Эльжбета помолчала немного и, не дождавшись ответа на свой вопрос, переменила тему.
— Как моя повязка? — спросила она. — Держится?
— Держится преотлично. Даже лучше, чем прежде, лапа-то у меня вспухла.
— Не идут вам эти словечки — «пристукнуть», «башка», «лапа», — сказала Эльжбета.
— В самом деле? — усмехнулся Губерт. — Что вы говорите! Вы снова хотели б увидеть меня с локонами а-ля Байрон. Видите, как скисли мои локоны.
Эльжбета засмеялась.
— Не надо, Губи, не надо. Апаша из вас не выйдет.
Губерт пошел к дверям, ведущим во внутренние комнаты.
— Где жил этот Генрик? — спросил он. — Я хотел бы взять рубашку. Мне уже пора идти.
— Куда вы собираетесь идти? — с тревогой спросила Эльжбета.
— Мне надо быть в сберкассе. Не знаю, что там застану.
— Там штаб?
— Не знаю, что я там застану, — повторил Губерт с ударением.
— Комнатка Генрика за кухней, — сказала Эльжбета.
Губерт вышел. Эльжбета подошла к пианино, которое стояло в углу комнаты, напротив зеркала, и положила руку на крышку инструмента. Задумавшись, она принялась напевать что-то вполголоса. Губерт вскоре вернулся. В руке он нес рубашку.
— К сожалению, не хватает двух пуговиц, — сказал он. — Будет распахиваться в самом неподходящем месте. Пуговиц нет внизу.
Эльжбета оживилась.
— Я пришью.
Она взяла из рук Губерта рубашку.
— О, да и тут немного порвано. Я сейчас все приведу в порядок.

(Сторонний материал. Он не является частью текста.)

import { mkdirSync, mkdtempSync, rmSync, writeFileSync } from 'node:fs';
import os from 'node:os';
import path from 'node:path';
import express from 'express';
import request from 'supertest';
import { afterAll, describe, expect, it } from 'vitest';
import { pickEncoding } from '../../server/http/compressed-assets';
import { staticClient } from '../../server/http/static-client';

/** A built client in a temporary folder: index.html, one script, one small style sheet and a font. */
const dist = mkdtempSync(path.join(os.tmpdir(), 'bw-static-'));
const script = `export const boards = [${Array.from({ length: 400 }, (_, i) => `"board ${i}"`).join(',')}];\n`;
mkdirSync(path.join(dist, 'assets'));
writeFileSync(path.join(dist, 'index.html'), '<!doctype html><title>Benchwright</title>');
writeFileSync(path.join(dist, 'assets', 'index-Ab12Cd34.js'), script);
writeFileSync(path.join(dist, 'assets', 'tiny-Ab12Cd34.css'), 'a{color:green}');
writeFileSync(path.join(dist, 'assets', 'face-Ab12Cd34.woff2'), Buffer.alloc(2048, 7));
const app = express().use(staticClient(dist)!);

/** The body as bytes (supertest has already undone the Content-Encoding). */
const raw = (res: request.Response, done: (err: Error | null, body: Buffer) => void) => {
  const parts: Buffer[] = [];
  res.on('data', (part: Buffer) => parts.push(part));
  res.on('end', () => done(null, Buffer.concat(parts)));
};

describe('the built client as served', () => {
  afterAll(() => rmSync(dist, { recursive: true, force: true }));

  it('sends scripts Brotli-compressed to browsers that accept it, immutable for a year', async () => {
    const res = await request(app)
      .get('/assets/index-Ab12Cd34.js')
      .set('Accept-Encoding', 'gzip, deflate, br')
      .buffer(true)
      .parse(raw);

    expect(res.status).toBe(200);
    expect(res.headers['content-encoding']).toBe('br');
    expect(res.headers['content-type']).toMatch(/javascript/);
    expect(res.headers['cache-control']).toBe('public, max-age=31536000, immutable');
    expect(res.headers.vary).toMatch(/Accept-Encoding/);
    expect((res.body as Buffer).toString()).toBe(script);
    expect(Number(res.headers['content-length'])).toBeLessThan(script.length / 3);
  });

  it('sends gzip when Brotli is not accepted, and the plain file when nothing is', async () => {
    const gz = await request(app)
      .get('/assets/index-Ab12Cd34.js')
      .set('Accept-Encoding', 'gzip, br;q=0')
      .buffer(true)
      .parse(raw);
    expect(gz.headers['content-encoding']).toBe('gzip');
    expect((gz.body as Buffer).toString()).toBe(script);
    expect(Number(gz.headers['content-length'])).toBeLessThan(script.length / 3);

    const plain = await request(app).get('/assets/index-Ab12Cd34.js').set('Accept-Encoding', 'identity');
    expect(plain.headers['content-encoding']).toBeUndefined();
    expect(plain.text).toBe(script);
    expect(plain.headers['cache-control']).toMatch(/immutable/);
  });

  it('leaves fonts and files too small to gain as they are, and answers 404 for a missing asset', async () => {
    const font = await request(app).get('/assets/face-Ab12Cd34.woff2').set('Accept-Encoding', 'br');
    expect(font.headers['content-encoding']).toBeUndefined();
    const tiny = await request(app).get('/assets/tiny-Ab12Cd34.css').set('Accept-Encoding', 'br');
    expect(tiny.headers['content-encoding']).toBeUndefined();
    expect(tiny.text).toBe('a{color:green}');

    const missing = await request(app).get('/assets/gone-Zz99.js').set('Accept-Encoding', 'br');
    expect(missing.status).toBe(404);
  });

  it('reads Accept-Encoding with its weights (RFC 9110 §12.5.3)', () => {
    expect(pickEncoding('gzip, deflate, br, zstd')).toBe('br');
    expect(pickEncoding('br;q=0, gzip;q=0.8')).toBe('gzip');
    expect(pickEncoding('*')).toBe('br');
    expect(pickEncoding('*;q=0, identity')).toBeNull();
    expect(pickEncoding(undefined)).toBeNull();
  });
});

И она принялась выдвигать ящички туалетного столика.
— Я сейчас вернусь, — сказал Губерт и пошел к Анджею и Геленке.
Анджей стоял посреди комнаты и затягивал ремень. Он был большой и стройный, его тень, падавшая на потолок и стену, походила на какой-то орнамент. Он поправил конфедератку, закрепил ремешок под подбородком.
— Выступаете? — спросил Губерт.
— Да, сейчас, — бросил Анджей.
— Подожди минутку, вместе выйдем, — сказал Губерт и выпил рюмку водки, оставшуюся на столе.
— Тебе же плохо будет, — проворчала Геленка, — что ты вытворяешь?
Она тоже поднялась с диванчика.
— Мне надо идти на площадь. Там меня ждут, — сказала она, — но до утра у меня еще есть время.
— У нас нет. — Губерт не очень уверенно поставил рюмку на стол. Рука у него все еще дрожала. Рюмка упала на пол и разбилась вдребезги.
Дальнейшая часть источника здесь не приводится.